+++ DATA TO PROCESS +++

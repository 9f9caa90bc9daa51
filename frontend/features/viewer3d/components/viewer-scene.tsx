/**
 * The three.js scene of the stack viewer (inside the fiber Canvas).
 *
 * Everything that follows the pose (element transforms, sensing-axis arrows, their
 * labels, the section outline) is written straight into the three objects from refs in
 * useFrame when the pose version changes; React renders the scene's structure only when
 * the stack itself changes. Frames are drawn on demand.
 */
import { OrbitControls } from "@react-three/drei";
import { useFrame, useThree } from "@react-three/fiber";
import { useEffect, useLayoutEffect, useMemo, useRef } from "react";
import {
  BufferAttribute,
  BufferGeometry,
  Color,
  type Group,
  type InstancedMesh,
  type LineLoop,
  type LineSegments,
  Matrix4,
  type PerspectiveCamera,
  Plane,
  Quaternion,
  type Sprite,
  SpriteMaterial,
  Vector3,
} from "three";
import type { OrbitControls as OrbitControlsImpl } from "three-stdlib";
import type { StackFile } from "@shared/schemas/stack-file";
import { boardBounds, emptyBounds, fitDistance, packageBounds, packageFilter, presetDirection, shownBounds } from "../lib/framing";
import { labelTexture } from "../lib/label-texture";
import { AXIS_COLOUR, AXIS_NAMES, KIND_COLOUR } from "../lib/palette";
import type { PoseSet } from "../lib/poses";
import { useElementHighlight } from "../hooks/use-element-highlight";
import { clippedMaterials, disposeMaterials, makeMaterials, useSharedGeometry } from "../lib/scene-materials";
import { cameraView, renderAtScale } from "../lib/render-at";
import { FOV, type HoverInfo, noRaycast, type SceneApi, type SectionState, type ViewRequest } from "../lib/scene-types";
import { ShownPose } from "../lib/shown-pose";
import { HEAD_L, HEAD_R, SHAFT_R, triadLayout } from "../lib/triad-layout";
import { BoardGrid } from "./board-grid";
import { FrameIndicator } from "./frame-indicator";
import { SceneEnvironment } from "./scene-environment";
import { StackModel } from "./stack-model";

export { FOV, type HoverInfo, type SceneApi, type SectionAxis, type SectionState, type ViewRequest } from "../lib/scene-types";

export interface ViewerSceneProps {
  stack: StackFile;
  poseSet: PoseSet;
  exaggeration: number;
  explode: number;
  section: SectionState;
  showAxes: boolean;
  hoveredIndex: number | null;
  selectedIndex: number | null;
  /** elements with a geometry warning: their outline is drawn in the warning colour */
  flagged: ReadonlySet<number>;
  view: ViewRequest;
  onHover: (info: HoverInfo | null) => void;
  onSelect: (index: number) => void;
  onApi: (api: SceneApi) => void;
  /** after every drawn frame; `moving` while the camera still glides to a preset */
  onFrame: (moving: boolean) => void;
}

// ---------------------------------------------------------------- scene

+++

PROBLEM:
Beginning with the line in which "selectedIndex: number | null;" appears, print each remaining line of the listing exactly, the last line included.

RESULT OF THIS TASK:
  selectedIndex: number | null;
  /** elements with a geometry warning: their outline is drawn in the warning colour */
  flagged: ReadonlySet<number>;
  view: ViewRequest;
  onHover: (info: HoverInfo | null) => void;
  onSelect: (index: number) => void;
  onApi: (api: SceneApi) => void;
  /** after every drawn frame; `moving` while the camera still glides to a preset */
  onFrame: (moving: boolean) => void;
}

// ---------------------------------------------------------------- scene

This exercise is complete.